◆ **Instructions for the task**: Nothing outside the range is wanted. Repeat exactly the lines below from the one with "reach the disk." through the one with "gave that record.".

Data records:
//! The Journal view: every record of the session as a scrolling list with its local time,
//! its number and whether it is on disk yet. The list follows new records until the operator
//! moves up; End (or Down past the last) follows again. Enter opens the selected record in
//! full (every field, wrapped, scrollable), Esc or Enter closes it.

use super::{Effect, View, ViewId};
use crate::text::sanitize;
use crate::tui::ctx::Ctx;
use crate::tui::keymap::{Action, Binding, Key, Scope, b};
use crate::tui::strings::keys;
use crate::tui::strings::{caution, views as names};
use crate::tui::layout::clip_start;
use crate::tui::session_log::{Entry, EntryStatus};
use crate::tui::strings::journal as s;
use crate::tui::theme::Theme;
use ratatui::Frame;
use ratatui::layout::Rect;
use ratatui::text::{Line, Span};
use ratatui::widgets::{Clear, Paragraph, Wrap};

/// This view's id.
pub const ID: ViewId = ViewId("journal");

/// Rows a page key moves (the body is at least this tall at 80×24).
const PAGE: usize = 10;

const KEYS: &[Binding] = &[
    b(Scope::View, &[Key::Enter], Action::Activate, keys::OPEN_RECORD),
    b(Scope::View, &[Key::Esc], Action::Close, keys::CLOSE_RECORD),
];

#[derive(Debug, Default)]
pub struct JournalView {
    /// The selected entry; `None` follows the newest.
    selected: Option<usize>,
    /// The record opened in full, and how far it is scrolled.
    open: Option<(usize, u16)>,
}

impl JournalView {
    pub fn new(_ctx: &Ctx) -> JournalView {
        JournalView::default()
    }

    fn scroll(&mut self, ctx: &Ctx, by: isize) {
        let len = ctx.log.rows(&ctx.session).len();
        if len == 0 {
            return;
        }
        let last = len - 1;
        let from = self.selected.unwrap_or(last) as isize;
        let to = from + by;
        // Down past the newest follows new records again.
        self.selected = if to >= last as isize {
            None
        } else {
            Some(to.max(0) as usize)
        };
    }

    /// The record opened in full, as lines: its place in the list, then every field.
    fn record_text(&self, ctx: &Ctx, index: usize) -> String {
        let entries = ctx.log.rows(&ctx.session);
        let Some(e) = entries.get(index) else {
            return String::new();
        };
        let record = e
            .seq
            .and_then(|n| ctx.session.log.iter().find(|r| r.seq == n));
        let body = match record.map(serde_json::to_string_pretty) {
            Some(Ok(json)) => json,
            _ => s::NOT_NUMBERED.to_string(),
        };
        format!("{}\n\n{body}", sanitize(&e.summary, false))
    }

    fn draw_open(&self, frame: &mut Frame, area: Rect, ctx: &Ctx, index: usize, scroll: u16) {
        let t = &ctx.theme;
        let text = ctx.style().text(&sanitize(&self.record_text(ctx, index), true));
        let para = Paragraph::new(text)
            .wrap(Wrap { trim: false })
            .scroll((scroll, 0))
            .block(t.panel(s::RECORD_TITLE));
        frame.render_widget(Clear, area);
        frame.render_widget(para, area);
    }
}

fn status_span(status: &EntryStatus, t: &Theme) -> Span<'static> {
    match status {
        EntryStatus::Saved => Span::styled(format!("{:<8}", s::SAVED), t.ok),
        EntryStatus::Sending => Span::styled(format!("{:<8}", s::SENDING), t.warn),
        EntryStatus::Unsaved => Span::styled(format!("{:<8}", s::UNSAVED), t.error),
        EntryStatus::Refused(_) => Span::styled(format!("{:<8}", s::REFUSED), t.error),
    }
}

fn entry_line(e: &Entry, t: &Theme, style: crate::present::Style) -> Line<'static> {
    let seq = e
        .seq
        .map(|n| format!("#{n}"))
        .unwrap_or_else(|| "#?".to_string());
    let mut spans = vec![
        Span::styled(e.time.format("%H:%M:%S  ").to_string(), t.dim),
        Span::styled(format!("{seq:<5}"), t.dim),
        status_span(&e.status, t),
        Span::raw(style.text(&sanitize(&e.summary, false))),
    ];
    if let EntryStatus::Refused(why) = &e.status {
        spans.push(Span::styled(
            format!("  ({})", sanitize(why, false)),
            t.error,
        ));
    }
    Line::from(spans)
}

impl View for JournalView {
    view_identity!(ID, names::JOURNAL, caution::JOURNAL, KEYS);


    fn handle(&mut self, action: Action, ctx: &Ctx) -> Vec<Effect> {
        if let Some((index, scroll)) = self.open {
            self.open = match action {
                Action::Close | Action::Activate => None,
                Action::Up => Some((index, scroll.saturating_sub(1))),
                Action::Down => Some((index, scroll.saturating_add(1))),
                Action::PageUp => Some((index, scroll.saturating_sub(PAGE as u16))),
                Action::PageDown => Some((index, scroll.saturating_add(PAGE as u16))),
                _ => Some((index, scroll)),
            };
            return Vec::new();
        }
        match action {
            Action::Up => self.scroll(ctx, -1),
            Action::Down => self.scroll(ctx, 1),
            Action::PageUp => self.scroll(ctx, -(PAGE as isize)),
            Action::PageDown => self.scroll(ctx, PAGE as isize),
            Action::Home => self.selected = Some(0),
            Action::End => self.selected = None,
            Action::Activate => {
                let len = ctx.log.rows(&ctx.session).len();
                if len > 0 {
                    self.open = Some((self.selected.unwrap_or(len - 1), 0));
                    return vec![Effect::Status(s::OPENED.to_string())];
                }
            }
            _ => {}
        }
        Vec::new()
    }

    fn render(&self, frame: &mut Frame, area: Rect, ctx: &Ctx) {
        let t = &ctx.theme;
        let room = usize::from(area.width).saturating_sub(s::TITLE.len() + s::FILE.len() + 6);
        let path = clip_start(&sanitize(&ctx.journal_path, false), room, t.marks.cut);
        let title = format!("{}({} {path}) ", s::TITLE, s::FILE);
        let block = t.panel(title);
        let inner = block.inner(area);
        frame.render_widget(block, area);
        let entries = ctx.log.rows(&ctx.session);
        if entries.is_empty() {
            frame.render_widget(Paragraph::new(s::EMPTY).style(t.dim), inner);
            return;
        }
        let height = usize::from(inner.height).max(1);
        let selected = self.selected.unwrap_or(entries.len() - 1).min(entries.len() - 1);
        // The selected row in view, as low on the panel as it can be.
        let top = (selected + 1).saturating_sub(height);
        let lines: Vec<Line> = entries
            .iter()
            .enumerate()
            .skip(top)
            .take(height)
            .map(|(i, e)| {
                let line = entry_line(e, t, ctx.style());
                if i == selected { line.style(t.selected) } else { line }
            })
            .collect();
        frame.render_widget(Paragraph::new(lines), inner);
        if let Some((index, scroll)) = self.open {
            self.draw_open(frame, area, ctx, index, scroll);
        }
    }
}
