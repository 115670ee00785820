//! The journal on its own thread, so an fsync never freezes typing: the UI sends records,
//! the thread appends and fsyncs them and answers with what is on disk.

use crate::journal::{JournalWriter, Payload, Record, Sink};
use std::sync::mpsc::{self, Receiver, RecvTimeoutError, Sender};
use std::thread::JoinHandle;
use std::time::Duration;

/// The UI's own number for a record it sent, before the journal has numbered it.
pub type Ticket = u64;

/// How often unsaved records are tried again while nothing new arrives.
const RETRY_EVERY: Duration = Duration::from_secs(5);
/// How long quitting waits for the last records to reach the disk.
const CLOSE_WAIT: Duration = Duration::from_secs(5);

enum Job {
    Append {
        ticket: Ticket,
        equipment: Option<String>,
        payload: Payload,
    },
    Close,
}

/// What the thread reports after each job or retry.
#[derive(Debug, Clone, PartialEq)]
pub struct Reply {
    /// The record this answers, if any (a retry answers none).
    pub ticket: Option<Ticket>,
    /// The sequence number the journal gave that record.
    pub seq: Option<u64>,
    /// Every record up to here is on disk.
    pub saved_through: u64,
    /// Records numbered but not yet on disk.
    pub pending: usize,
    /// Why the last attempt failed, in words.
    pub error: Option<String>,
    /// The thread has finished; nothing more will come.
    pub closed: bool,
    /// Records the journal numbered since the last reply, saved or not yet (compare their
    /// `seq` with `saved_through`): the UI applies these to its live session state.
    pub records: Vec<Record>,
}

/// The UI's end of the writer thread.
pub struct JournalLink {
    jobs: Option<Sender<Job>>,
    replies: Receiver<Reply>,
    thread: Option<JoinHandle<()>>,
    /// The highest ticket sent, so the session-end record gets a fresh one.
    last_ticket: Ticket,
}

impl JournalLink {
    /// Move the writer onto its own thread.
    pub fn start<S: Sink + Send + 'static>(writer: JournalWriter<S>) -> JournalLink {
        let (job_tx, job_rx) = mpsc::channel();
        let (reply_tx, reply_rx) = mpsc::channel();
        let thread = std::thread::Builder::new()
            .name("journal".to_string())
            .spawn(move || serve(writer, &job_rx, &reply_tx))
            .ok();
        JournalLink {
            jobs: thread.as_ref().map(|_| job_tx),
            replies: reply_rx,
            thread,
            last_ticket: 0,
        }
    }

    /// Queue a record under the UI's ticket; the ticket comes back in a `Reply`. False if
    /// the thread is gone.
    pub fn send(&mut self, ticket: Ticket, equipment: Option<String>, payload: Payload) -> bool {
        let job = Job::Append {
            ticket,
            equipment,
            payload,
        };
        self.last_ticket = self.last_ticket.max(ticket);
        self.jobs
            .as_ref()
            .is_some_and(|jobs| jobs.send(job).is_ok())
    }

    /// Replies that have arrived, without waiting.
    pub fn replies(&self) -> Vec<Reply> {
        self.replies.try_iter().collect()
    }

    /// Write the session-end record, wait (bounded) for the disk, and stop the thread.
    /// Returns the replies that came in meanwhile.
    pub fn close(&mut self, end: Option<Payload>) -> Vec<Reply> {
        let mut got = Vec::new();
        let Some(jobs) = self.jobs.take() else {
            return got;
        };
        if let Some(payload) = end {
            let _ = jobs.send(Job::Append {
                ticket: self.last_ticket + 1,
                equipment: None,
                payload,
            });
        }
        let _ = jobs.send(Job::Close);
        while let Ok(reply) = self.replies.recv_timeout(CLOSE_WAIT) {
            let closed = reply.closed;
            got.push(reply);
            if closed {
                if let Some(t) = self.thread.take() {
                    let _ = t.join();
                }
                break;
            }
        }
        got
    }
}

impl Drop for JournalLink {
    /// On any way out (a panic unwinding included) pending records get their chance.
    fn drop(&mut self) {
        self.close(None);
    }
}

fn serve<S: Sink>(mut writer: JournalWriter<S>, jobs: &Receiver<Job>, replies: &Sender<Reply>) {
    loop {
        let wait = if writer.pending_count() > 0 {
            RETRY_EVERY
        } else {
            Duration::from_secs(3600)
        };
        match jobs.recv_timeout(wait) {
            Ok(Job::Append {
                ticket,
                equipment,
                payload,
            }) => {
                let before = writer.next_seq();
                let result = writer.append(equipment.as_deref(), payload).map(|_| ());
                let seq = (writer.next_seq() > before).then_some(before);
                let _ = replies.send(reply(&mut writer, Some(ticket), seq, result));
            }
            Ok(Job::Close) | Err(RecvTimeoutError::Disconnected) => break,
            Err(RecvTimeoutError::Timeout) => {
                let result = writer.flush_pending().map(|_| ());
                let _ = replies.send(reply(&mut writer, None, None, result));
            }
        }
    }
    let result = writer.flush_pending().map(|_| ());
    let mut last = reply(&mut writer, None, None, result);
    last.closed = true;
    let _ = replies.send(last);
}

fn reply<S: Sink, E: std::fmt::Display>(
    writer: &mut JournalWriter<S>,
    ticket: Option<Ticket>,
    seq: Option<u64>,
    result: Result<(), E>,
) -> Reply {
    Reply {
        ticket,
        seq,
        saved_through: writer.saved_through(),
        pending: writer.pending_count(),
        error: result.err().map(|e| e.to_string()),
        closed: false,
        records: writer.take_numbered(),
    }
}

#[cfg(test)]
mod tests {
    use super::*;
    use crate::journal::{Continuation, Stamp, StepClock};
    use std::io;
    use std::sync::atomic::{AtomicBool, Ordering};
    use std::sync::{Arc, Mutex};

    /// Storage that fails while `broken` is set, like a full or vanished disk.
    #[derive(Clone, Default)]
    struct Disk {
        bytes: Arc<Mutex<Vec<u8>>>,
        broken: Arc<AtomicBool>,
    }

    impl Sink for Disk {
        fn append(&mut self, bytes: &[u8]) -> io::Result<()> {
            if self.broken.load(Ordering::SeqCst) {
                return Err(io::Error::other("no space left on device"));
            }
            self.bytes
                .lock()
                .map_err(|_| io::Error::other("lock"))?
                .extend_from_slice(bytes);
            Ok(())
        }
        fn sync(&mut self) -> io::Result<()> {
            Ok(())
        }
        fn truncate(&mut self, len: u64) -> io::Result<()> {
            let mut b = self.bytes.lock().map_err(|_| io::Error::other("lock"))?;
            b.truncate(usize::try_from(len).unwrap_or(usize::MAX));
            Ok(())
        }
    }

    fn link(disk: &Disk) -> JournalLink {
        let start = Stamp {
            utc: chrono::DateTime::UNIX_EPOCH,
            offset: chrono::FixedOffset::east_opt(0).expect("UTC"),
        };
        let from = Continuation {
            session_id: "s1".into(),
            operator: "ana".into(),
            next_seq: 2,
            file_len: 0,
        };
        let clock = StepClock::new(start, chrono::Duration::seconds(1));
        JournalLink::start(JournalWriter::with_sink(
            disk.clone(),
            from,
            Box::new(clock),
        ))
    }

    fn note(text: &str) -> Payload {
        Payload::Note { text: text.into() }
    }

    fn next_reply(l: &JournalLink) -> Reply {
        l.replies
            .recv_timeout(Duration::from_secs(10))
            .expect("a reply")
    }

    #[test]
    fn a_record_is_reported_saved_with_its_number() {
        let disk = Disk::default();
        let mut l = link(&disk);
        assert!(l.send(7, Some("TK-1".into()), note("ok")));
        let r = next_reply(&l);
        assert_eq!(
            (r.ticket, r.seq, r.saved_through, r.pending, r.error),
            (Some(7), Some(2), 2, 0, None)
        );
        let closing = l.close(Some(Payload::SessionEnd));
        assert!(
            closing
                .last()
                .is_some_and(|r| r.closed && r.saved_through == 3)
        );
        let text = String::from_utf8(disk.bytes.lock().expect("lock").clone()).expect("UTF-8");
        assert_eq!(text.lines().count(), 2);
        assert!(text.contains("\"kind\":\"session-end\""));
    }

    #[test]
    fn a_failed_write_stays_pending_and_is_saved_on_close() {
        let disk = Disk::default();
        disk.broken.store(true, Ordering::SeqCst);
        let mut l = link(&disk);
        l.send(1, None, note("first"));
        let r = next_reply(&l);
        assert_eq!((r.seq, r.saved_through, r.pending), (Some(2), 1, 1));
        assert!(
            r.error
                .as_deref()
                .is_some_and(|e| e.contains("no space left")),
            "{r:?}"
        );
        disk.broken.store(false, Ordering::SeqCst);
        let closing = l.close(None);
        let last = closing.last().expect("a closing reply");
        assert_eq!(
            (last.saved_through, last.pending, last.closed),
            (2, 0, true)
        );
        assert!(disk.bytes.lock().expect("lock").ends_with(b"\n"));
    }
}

◆ **Task answer**:
/// How long quitting waits for the last records to reach the disk.
const CLOSE_WAIT: Duration = Duration::from_secs(5);

enum Job {
    Append {
        ticket: Ticket,
        equipment: Option<String>,
        payload: Payload,
    },
    Close,
}

/// What the thread reports after each job or retry.
#[derive(Debug, Clone, PartialEq)]
pub struct Reply {
    /// The record this answers, if any (a retry answers none).
    pub ticket: Option<Ticket>,
    /// The sequence number the journal gave that record.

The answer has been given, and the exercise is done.